> What to produce: Repeat the records exactly. Every line must match.

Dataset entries
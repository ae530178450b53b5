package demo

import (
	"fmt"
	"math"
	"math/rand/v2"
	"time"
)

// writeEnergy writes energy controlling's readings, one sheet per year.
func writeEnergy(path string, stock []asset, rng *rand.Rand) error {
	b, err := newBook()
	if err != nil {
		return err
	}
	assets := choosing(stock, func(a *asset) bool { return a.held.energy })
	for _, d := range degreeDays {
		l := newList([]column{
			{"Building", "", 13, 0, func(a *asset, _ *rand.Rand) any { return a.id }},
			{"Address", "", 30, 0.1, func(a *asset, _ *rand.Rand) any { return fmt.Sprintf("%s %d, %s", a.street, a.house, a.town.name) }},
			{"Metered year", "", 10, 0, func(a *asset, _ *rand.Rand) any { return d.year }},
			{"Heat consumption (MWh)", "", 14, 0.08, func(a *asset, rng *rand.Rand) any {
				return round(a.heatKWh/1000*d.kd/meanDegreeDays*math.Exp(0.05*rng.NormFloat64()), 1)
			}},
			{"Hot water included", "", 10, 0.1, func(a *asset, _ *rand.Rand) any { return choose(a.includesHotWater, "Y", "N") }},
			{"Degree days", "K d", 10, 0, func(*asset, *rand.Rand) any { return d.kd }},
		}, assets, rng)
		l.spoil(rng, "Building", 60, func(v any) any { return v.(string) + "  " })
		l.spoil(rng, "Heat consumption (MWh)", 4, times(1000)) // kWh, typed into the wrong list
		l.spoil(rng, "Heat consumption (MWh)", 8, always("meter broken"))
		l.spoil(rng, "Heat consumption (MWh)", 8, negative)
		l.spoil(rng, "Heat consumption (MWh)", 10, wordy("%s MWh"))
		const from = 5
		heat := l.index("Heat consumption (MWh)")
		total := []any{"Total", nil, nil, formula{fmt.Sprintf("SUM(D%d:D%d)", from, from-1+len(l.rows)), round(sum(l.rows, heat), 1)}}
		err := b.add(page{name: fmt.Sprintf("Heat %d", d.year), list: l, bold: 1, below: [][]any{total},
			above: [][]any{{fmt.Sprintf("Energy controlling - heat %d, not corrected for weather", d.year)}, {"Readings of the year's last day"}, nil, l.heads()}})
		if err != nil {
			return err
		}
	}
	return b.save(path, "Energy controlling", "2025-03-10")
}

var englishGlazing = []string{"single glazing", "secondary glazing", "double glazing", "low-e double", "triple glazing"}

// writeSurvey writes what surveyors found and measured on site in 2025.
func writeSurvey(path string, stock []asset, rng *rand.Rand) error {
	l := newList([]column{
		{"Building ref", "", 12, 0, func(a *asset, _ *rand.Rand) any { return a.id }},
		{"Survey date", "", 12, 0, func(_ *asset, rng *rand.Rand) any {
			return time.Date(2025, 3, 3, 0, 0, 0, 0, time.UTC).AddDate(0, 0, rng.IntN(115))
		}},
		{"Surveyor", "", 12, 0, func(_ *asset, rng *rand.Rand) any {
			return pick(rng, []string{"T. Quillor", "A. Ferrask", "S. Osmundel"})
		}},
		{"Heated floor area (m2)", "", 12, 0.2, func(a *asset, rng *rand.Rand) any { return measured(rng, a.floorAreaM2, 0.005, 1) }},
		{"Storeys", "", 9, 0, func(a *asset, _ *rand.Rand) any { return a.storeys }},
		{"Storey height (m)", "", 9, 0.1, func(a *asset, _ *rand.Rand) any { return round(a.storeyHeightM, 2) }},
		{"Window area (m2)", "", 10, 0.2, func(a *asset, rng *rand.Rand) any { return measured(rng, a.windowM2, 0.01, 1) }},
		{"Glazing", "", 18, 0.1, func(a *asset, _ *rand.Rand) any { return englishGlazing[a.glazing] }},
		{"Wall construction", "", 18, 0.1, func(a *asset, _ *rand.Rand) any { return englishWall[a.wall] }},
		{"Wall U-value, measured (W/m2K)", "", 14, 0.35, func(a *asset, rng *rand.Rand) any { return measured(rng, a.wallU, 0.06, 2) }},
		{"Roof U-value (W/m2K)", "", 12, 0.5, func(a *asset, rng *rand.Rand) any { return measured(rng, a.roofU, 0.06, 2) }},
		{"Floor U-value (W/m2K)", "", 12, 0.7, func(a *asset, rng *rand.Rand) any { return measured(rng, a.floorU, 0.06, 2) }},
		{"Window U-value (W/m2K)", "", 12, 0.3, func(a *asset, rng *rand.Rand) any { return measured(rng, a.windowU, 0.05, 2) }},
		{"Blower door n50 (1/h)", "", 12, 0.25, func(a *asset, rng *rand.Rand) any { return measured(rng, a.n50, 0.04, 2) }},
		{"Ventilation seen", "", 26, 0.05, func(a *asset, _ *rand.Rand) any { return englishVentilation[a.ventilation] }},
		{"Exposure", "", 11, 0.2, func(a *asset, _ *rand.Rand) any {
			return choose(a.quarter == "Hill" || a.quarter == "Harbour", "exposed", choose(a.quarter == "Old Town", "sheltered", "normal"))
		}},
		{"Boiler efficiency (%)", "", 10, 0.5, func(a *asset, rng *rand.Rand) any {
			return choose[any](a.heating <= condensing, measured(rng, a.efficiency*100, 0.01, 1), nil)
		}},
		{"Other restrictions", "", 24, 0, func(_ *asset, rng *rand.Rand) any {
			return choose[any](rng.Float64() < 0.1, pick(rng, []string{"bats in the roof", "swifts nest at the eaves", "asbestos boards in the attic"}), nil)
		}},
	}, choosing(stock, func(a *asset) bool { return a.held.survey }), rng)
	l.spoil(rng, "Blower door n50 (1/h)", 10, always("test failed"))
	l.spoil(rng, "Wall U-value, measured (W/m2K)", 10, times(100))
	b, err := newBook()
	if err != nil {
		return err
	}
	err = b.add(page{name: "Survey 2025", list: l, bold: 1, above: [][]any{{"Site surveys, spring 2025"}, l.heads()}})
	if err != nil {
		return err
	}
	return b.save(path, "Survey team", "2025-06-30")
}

> Output of the task:
repository ae530178450b53b5
package demo

import (
	"fmt"
	"math"
	"math/rand/v2"
	"time"
)

// writeEnergy writes energy controlling's readings, one sheet per year.
func writeEnergy(path string, stock []asset, rng *rand.Rand) error {
	b, err := newBook()
	if err != nil {
		return err
	}
	assets := choosing(stock, func(a *asset) bool { return a.held.energy })
	for _, d := range degreeDays {
		l := newList([]column{
			{"Building", "", 13, 0, func(a *asset, _ *rand.Rand) any { return a.id }},
			{"Address", "", 30, 0.1, func(a *asset, _ *rand.Rand) any { return fmt.Sprintf("%s %d, %s", a.street, a.house, a.town.name) }},
			{"Metered year", "", 10, 0, func(a *asset, _ *rand.Rand) any { return d.year }},
			{"Heat consumption (MWh)", "", 14, 0.08, func(a *asset, rng *rand.Rand) any {
				return round(a.heatKWh/1000*d.kd/meanDegreeDays*math.Exp(0.05*rng.NormFloat64()), 1)
			}},
			{"Hot water included", "", 10, 0.1, func(a *asset, _ *rand.Rand) any { return choose(a.includesHotWater, "Y", "N") }},
			{"Degree days", "K d", 10, 0, func(*asset, *rand.Rand) any { return d.kd }},
		}, assets, rng)
		l.spoil(rng, "Building", 60, func(v any) any { return v.(string) + "  " })
		l.spoil(rng, "Heat consumption (MWh)", 4, times(1000)) // kWh, typed into the wrong list
		l.spoil(rng, "Heat consumption (MWh)", 8, always("meter broken"))
		l.spoil(rng, "Heat consumption (MWh)", 8, negative)
		l.spoil(rng, "Heat consumption (MWh)", 10, wordy("%s MWh"))
		const from = 5
		heat := l.index("Heat consumption (MWh)")
		total := []any{"Total", nil, nil, formula{fmt.Sprintf("SUM(D%d:D%d)", from, from-1+len(l.rows)), round(sum(l.rows, heat), 1)}}
		err := b.add(page{name: fmt.Sprintf("Heat %d", d.year), list: l, bold: 1, below: [][]any{total},
			above: [][]any{{fmt.Sprintf("Energy controlling - heat %d, not corrected for weather", d.year)}, {"Readings of the year's last day"}, nil, l.heads()}})
		if err != nil {
			return err
		}
	}
	return b.save(path, "Energy controlling", "2025-03-10")
}

var englishGlazing = []string{"single glazing", "secondary glazing", "double glazing", "low-e double", "triple glazing"}

// writeSurvey writes what surveyors found and measured on site in 2025.
func writeSurvey(path string, stock []asset, rng *rand.Rand) error {
	l := newList([]column{
		{"Building ref", "", 12, 0, func(a *asset, _ *rand.Rand) any { return a.id }},
		{"Survey date", "", 12, 0, func(_ *asset, rng *rand.Rand) any {
			return time.Date(2025, 3, 3, 0, 0, 0, 0, time.UTC).AddDate(0, 0, rng.IntN(115))
		}},
		{"Surveyor", "", 12, 0, func(_ *asset, rng *rand.Rand) any {
			return pick(rng, []string{"T. Quillor", "A. Ferrask", "S. Osmundel"})
		}},
		{"Heated floor area (m2)", "", 12, 0.2, func(a *asset, rng *rand.Rand) any { return measured(rng, a.floorAreaM2, 0.005, 1) }},
		{"Storeys", "", 9, 0, func(a *asset, _ *rand.Rand) any { return a.storeys }},
		{"Storey height (m)", "", 9, 0.1, func(a *asset, _ *rand.Rand) any { return round(a.storeyHeightM, 2) }},
		{"Window area (m2)", "", 10, 0.2, func(a *asset, rng *rand.Rand) any { return measured(rng, a.windowM2, 0.01, 1) }},
		{"Glazing", "", 18, 0.1, func(a *asset, _ *rand.Rand) any { return englishGlazing[a.glazing] }},
		{"Wall construction", "", 18, 0.1, func(a *asset, _ *rand.Rand) any { return englishWall[a.wall] }},
		{"Wall U-value, measured (W/m2K)", "", 14, 0.35, func(a *asset, rng *rand.Rand) any { return measured(rng, a.wallU, 0.06, 2) }},
		{"Roof U-value (W/m2K)", "", 12, 0.5, func(a *asset, rng *rand.Rand) any { return measured(rng, a.roofU, 0.06, 2) }},
		{"Floor U-value (W/m2K)", "", 12, 0.7, func(a *asset, rng *rand.Rand) any { return measured(rng, a.floorU, 0.06, 2) }},
		{"Window U-value (W/m2K)", "", 12, 0.3, func(a *asset, rng *rand.Rand) any { return measured(rng, a.windowU, 0.05, 2) }},
		{"Blower door n50 (1/h)", "", 12, 0.25, func(a *asset, rng *rand.Rand) any { return measured(rng, a.n50, 0.04, 2) }},
		{"Ventilation seen", "", 26, 0.05, func(a *asset, _ *rand.Rand) any { return englishVentilation[a.ventilation] }},
		{"Exposure", "", 11, 0.2, func(a *asset, _ *rand.Rand) any {
			return choose(a.quarter == "Hill" || a.quarter == "Harbour", "exposed", choose(a.quarter == "Old Town", "sheltered", "normal"))
		}},
		{"Boiler efficiency (%)", "", 10, 0.5, func(a *asset, rng *rand.Rand) any {
			return choose[any](a.heating <= condensing, measured(rng, a.efficiency*100, 0.01, 1), nil)
		}},
		{"Other restrictions", "", 24, 0, func(_ *asset, rng *rand.Rand) any {
			return choose[any](rng.Float64() < 0.1, pick(rng, []string{"bats in the roof", "swifts nest at the eaves", "asbestos boards in the attic"}), nil)
		}},
	}, choosing(stock, func(a *asset) bool { return a.held.survey }), rng)
	l.spoil(rng, "Blower door n50 (1/h)", 10, always("test failed"))
	l.spoil(rng, "Wall U-value, measured (W/m2K)", 10, times(100))
	b, err := newBook()
	if err != nil {
		return err
	}
	err = b.add(page{name: "Survey 2025", list: l, bold: 1, above: [][]any{{"Site surveys, spring 2025"}, l.heads()}})
	if err != nil {
		return err
	}
	return b.save(path, "Survey team", "2025-06-30")
}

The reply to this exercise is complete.